= Exercise requirements =
In the entries below, count every line containing "leaves". Return the number and nothing else.

(Collected data entries)
using System.Text.Json;

namespace Foldwise.Cli.Tests.Inspection;

public sealed class ShowAndStatusTests : IDisposable
{
    private readonly InspectedStore store = new();

    public void Dispose() => store.Dispose();

    [Fact]
    public void Show_tells_a_promoted_trial_with_its_lineage_fold_spread_and_lost_attempt()
    {
        // Given a store whose trial 3 continues trial 1 and lost one lease
        // When a lead shows trial 3
        var show = CliHarness.Run("show", store.Path, "3");

        // Then they read its rung, lineage, fold scores with their spread, machine, duration and attempts
        Assert.True(show.ExitCode == 0, show.Output);
        Assert.Contains("Trial 3: lightgbm, done", show.Output);
        Assert.Contains("1, 15 rounds", show.Output);
        Assert.DoesNotContain("bracket", show.Output, StringComparison.Ordinal); // a schedule without brackets names none
        Assert.Contains("promotion of trial 1", show.Output);
        Assert.Contains("3 (15 rounds, 0.40000) ← 1 (5 rounds, 0.50000)", show.Output);
        Assert.Contains("0.30000  0.40000  0.50000", show.Output);
        Assert.Contains("sd 0.10000, range 0.30000 to 0.50000", show.Output);
        Assert.Contains("w2/0", show.Output);
        Assert.Contains("90.0 s", show.Output);
        Assert.Contains("2 (1 lost)", show.Output);
        Assert.Contains("1: lease expired on w2/0", show.Output);

        // And the parameters readably, with the range each was searched over
        Assert.Matches(@"leaves\s+31\s+8 to 128", show.Output);
        Assert.Matches(@"learning_rate\s+0\.05\s+0\.01 to 0\.3 \(log\)", show.Output);
    }

    [Fact]
    public void Show_names_the_failure_of_a_failed_trial_and_who_it_was_promoted_to()
    {
        var failed = CliHarness.Run("show", store.Folder, "4");
        var parent = CliHarness.Run("show", store.Path, "1");

        Assert.True(failed.ExitCode == 0, failed.Output);
        Assert.Contains("Trial 4: fasttree, failed", failed.Output);
        Assert.Contains("not scored", failed.Output);
        Assert.Contains("InvalidOperationException: fold 2 returned no predictions", failed.Output);
        Assert.Contains("3 (3 lost)", failed.Output);
        Assert.Matches(@"promoted to\s+3 \(15 rounds\)", parent.Output);
    }

    [Fact]
    public void Show_as_json_carries_readable_parameters_and_the_parent_chain()
    {
        var show = CliHarness.Run("show", store.Path, "3", "--json");

        Assert.True(show.ExitCode == 0, show.Output);
        using var json = JsonDocument.Parse(show.Output);
        var root = json.RootElement;
        Assert.Equal(3, root.GetProperty("id").GetInt32());
        Assert.Equal([1], root.GetProperty("parent_chain").EnumerateArray().Select(e => e.GetInt32()));
        Assert.Equal(0.1, root.GetProperty("fold_sd").GetDouble(), 12);
        Assert.Equal("31", root.GetProperty("parameters_readable").GetProperty("leaves").GetString());
        Assert.Equal(31, root.GetProperty("parameters").GetProperty("leaves").GetDouble());
        Assert.Equal("1: lease expired on w2/0", root.GetProperty("lost_attempts")[0].GetString());
    }

    [Fact]
    public void Show_of_an_unknown_trial_is_a_one_line_input_error()
    {
        var show = CliHarness.Run("show", store.Path, "99");

        Assert.Equal(1, show.ExitCode);
        Assert.Contains("has no trial 99", show.Output);
    }

    [Fact]
    public void Status_of_a_running_search_gives_states_queue_time_best_per_family_and_busy_slots()
    {
        var status = CliHarness.Run("status", store.Path);

        Assert.True(status.ExitCode == 0, status.Output);
        Assert.Contains("is not finished", status.Output);
        Assert.Contains("Trials: 6 created: 3 done, 1 running, 1 queued, 1 failed (budget 10 trials).", status.Output);
        Assert.Contains("Queue length: 1.", status.Output);
        Assert.Contains("Time spent: 00:30:00 of 01:00:00 (50 %).", status.Output);
        Assert.Matches(@"lightgbm\s+0\.40000\s+3\s+15\s+2", status.Output);
        Assert.Matches(@"fasttree\s+0\.60000\s+2\s+5\s+1", status.Output);
        Assert.Contains("Running now: 1 trial(s) on 1 machine(s).", status.Output);
        Assert.Matches(@"w2/1\s+5\s+lightgbm\s+5\s+2025-03-04 09:05:00Z", status.Output);
    }

    [Fact]
    public void Status_says_finished_once_the_header_says_so()
    {
        using var done = new InspectedStore(finished: true);

        var status = CliHarness.Run("status", done.Folder);

        Assert.True(status.ExitCode == 0, status.Output);
        Assert.Contains("Search inspect-test finished and its blend is stored.", status.Output);
    }

    [Fact]
    public void History_lists_every_state_best_first_with_noise_and_lineage()
    {
        var history = CliHarness.Run("history", store.Path);

        Assert.True(history.ExitCode == 0, history.Output);
        var rows = history.Output.Split('\n').Where(l => System.Text.RegularExpressions.Regex.IsMatch(l, @"^\s+\d+\s+(lightgbm|fasttree)")).ToList();
        Assert.Equal(["3", "1", "2", "5", "6", "4"], rows.Select(r => r.Trim().Split(' ')[0]));
        Assert.Matches(@"3\s+lightgbm\s+done\s+1\s+15\s+0\.40000\s+0\.1000\s+promotion of 1\s+w2/0\s+90\.0", history.Output);
        Assert.Contains("6 trial(s): 3 done, 1 running, 1 queued, 1 failed.", history.Output);
    }
}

= Finished task =
3